Representations and Warranties.  Customary representations and warranties made by the Issuer relating to the Issuer, its business and the terms of the issuance of the Preferred Stock, and customary representations and warranties made by each Purchaser, including CapGen, regarding, among other things, its qualification to purchase in a private placement.
 
 
Transfer Restrictions.  Customary transfer restrictions relating to the purchase of securities in a private placement.

Registration Rights.  The Company will have executed a registration rights agreement regarding the registration rights granted to the purchasers in the Offerings.

Escrow Terms.  Terms relating to the escrow of funds to effect the mechanics Offerings.

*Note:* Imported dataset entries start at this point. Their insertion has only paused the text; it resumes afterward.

/// PostgreSQL's own words where the server sent them (the client's Display says only "db error").
fn postgres_message(e: &postgres::Error) -> String {
    match e.as_db_error() {
        Some(db) if login_refused(e) => {
            let name = if db.code().code() == "28P01" {
                "invalid_password"
            } else {
                "invalid_authorization_specification"
            };
            format!(
                "the server refused the login: {} (SQLSTATE {} {name})",
                db.message(),
                db.code().code()
            )
        }
        Some(db) => format!("{}: {}", db.severity(), db.message()),
        None => {
            // The client's own failures say why in their sources (a refused connection,
            // a certificate from an unknown authority).
            let mut text = e.to_string();
            let mut source = std::error::Error::source(e);
            while let Some(s) = source {
                // The system's reason in words, without the number it appends.
                let said = match s.downcast_ref::<std::io::Error>() {
                    Some(io) => crate::text::io_reason(io),
                    None => s.to_string(),
                };
                text.push_str(&format!(": {said}"));
                source = s.source();
            }
            text
        }
    }
}

impl DbError {
    /// Whether the server could not be reached or the connection broke (the store is
    /// away), rather than a statement failing.
    pub fn is_connection(&self) -> bool {
        match self {
            // Classes 08 (connection exception) and 57 (operator intervention: a server
            // shutting down or ending the session) are the server going away.
            DbError::Postgres(e) => match e.as_db_error() {
                // No answer from the server: the client's own failures to connect or to
                // talk (an I/O error, a closed connection, a timeout), not a value it
                // could not convert.
                None => {
                    let text = e.to_string();
                    // A certificate refused is a setting to mend, not a server away.
                    if text.starts_with("error performing TLS handshake") {
                        return false;
                    }
                    e.is_closed()
                        || std::error::Error::source(e).is_some_and(|s| s.is::<std::io::Error>())
                        || text.starts_with("error connecting")
                        || text.starts_with("error communicating")
                        || text.contains("timeout")
                }
                // 57014 is a statement cancelled, not the server going.
                Some(db) => {
                    e.is_closed()
                        || (matches!(&db.code().code()[..2], "08" | "57")
                            && db.code().code() != "57014")
                }
            },
            DbError::Broken => true,
            DbError::Waiting(f) => f.connection,
            _ => false,
        }
    }

    /// Whether the server refused the login (a password that stopped working, a role
    /// or host it does not let in), now or at the connect the calls wait after.
    pub fn is_login_refused(&self) -> bool {
        match self {
            DbError::Postgres(e) => login_refused(e),
            DbError::Waiting(f) => f.login_refused,
            _ => false,
        }
    }
}

/// Anything that can be a statement's parameter.
pub trait IntoValue {
    fn to_value(&self) -> Value;
}

impl<T: IntoValue + ?Sized> IntoValue for &T {
    fn to_value(&self) -> Value {
        (**self).to_value()
    }
}
impl<T: IntoValue> IntoValue for Option<T> {
    fn to_value(&self) -> Value {
        self.as_ref().map_or(Value::Null, IntoValue::to_value)
    }
}
impl IntoValue for Value {
    fn to_value(&self) -> Value {
        self.clone()
    }
}
impl IntoValue for str {
    fn to_value(&self) -> Value {
        Value::Text(self.to_string())
    }
}
impl IntoValue for String {
    fn to_value(&self) -> Value {
        Value::Text(self.clone())
    }
}
impl IntoValue for [u8] {
    fn to_value(&self) -> Value {
        Value::Blob(self.to_vec())
    }
}
impl IntoValue for Vec<u8> {
    fn to_value(&self) -> Value {
        Value::Blob(self.clone())
    }
}
impl IntoValue for f64 {
    /// A value that is not a number is kept as NULL, as SQLite keeps NaN: both back ends
    /// then read back the same. Infinities are numbers to both (the outbox asks for
    /// messages due by +∞).
    fn to_value(&self) -> Value {
        if self.is_nan() {
            Value::Null
        } else {
            Value::Real(*self)
        }
    }
}
impl IntoValue for bool {
    fn to_value(&self) -> Value {
        Value::Int(i64::from(*self))
    }
}
macro_rules! int_values {
    ($($t:ty),*) => {$(
        impl IntoValue for $t {
            fn to_value(&self) -> Value {
                Value::Int(*self as i64)
            }
        }
    )*};
}
int_values!(i64, i32, u32, u64, usize);

/// A statement's parameters: `values![a, b]` borrows each and turns it into a [`Value`].
macro_rules! values {
    ($($v:expr),* $(,)?) => {
        &[$($crate::store::db::IntoValue::to_value(&$v)),*][..]
    };
}
pub(crate) use values;

/// What a column's value reads as.
pub trait FromValue: Sized {
    const NAME: &'static str;
    fn from_value(v: &Value) -> Option<Self>;
}

impl<T: FromValue> FromValue for Option<T> {
    const NAME: &'static str = T::NAME;
    fn from_value(v: &Value) -> Option<Self> {
        match v {
            Value::Null => Some(None),
            v => T::from_value(v).map(Some),
        }
    }
}
impl FromValue for i64 {
    const NAME: &'static str = "an integer";
    fn from_value(v: &Value) -> Option<Self> {
        match v {
            Value::Int(i) => Some(*i),
            _ => None,
        }
    }
}
impl FromValue for f64 {
    const NAME: &'static str = "a number";
    fn from_value(v: &Value) -> Option<Self> {
        match v {
            Value::Real(f) => Some(*f),
            Value::Int(i) => Some(*i as f64),
            _ => None,
        }
    }
}
impl FromValue for bool {
    const NAME: &'static str = "a truth value";
    fn from_value(v: &Value) -> Option<Self> {
        i64::from_value(v).map(|i| i != 0)
    }
}
impl FromValue for String {
    const NAME: &'static str = "text";
    fn from_value(v: &Value) -> Option<Self> {
        match v {
            Value::Text(s) => Some(s.clone()),
            _ => None,
        }
    }
}
impl FromValue for Vec<u8> {
    const NAME: &'static str = "bytes";
    fn from_value(v: &Value) -> Option<Self> {
        match v {
            Value::Blob(b) => Some(b.clone()),
            _ => None,
        }
    }
}

/// One row of a result.
#[derive(Debug, Clone)]
pub struct Row(pub Vec<Value>);

impl Row {
    pub fn get<T: FromValue>(&self, index: usize) -> Result<T, DbError> {
        let v = self.0.get(index).unwrap_or(&Value::Null);
        T::from_value(v).ok_or_else(|| DbError::Type {
            index,
            expected: T::NAME,
            found: v.clone(),
        })
    }
}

Regulatory Approvals.  That CapGen LP’s obligations under the Investment Agreement are subject to CapGen’s receipt of necessary regulatory approvals from the Fed.
 
 
The foregoing references to and description of the Letter Agreement and the Investment Agreement do not purport to be complete and are subject to, and are qualified in their entirety by reference to, the full text of the Letter Agreement and the Investment Agreement, as applicable, which are incorporated by reference to this Item 6.
 
 
If and when CapGen LP receives the necessary regulatory approvals to complete the transactions contemplated by the Letter Agreement, and such transactions are consummated, the Reporting Persons intend to further amend the 13D Filing to disclose, among other things, the terms of any Preferred Stock issued to CapGen LP in the Offerings, a description of the registration rights granted to CapGen LP in connection with any Preferred Stock issued to CapGen LP in the Offerings, and the relevant terms of any other contracts, arrangements, understandings or relationships with respect to the Offerings, in each case as required.
 
 
 
 
-6-

 
 

 

 
Item 7.
Material to be Filed as Exhibits
 
 
Exhibit 4
Letter Agreement, dated April 9, 2010, by and between Seacoast Banking Corporation of Florida and CapGen Capital Group III LP.
 
 
Exhibit 5
Investment Agreement, dated as of April 8, 2010, by and between Seacoast Banking Corporation of Florida and the Purchasers named therein.
 
 
        
 
 
-7-
 
 

 
 
SIGNATURE
 
 
After reasonable inquiry and to the best of its knowledge and belief, each of the undersigned certifies that the information set forth in this statement is true, complete and correct.
 
 
Dated:     April 12, 2010
 
 
 
 
 
CAPGEN CAPITAL GROUP III LP
 
 
 
 
 
 
By:
CAPGEN CAPITAL GROUP III LLC,
 
 
 
its general partner
 
 
 
 
 
By:
 /s/ Eugene A. Ludwig
 
Name:
Eugene A. Ludwig
 
Title:
Managing Member
 
 
 
CAPGEN CAPITAL GROUP III LLC
 
 
 
 
 
By:
/s/ Eugene A. Ludwig
 
Name:
Eugene A. Ludwig
 
Title:
Managing Member
 
 
 
EUGENE A. LUDWIG
 
 
 
 
 
By:
/s/ Eugene A. Ludwig
 
Name:
Eugene A. Ludwig
 
 
 
ATTENTION
 
Intentional misstatements or omissions of fact constitute Federal Criminal Violations
(See 18 U.S.C. 1001).
 
 
 
 
-8-

 
 

 
 
EXHIBIT INDEX
 
 
Exhibit
 
Title
 
 
 
Exhibit 4
 
Letter Agreement, dated April 9, 2010, by and between Seacoast Banking Corporation of Florida and CapGen Capital Group III LP.
 
 
 
Exhibit 5
 
Investment Agreement, dated as of April 8, 2010, by and between Seacoast Banking Corporation of Florida and the Purchasers named therein.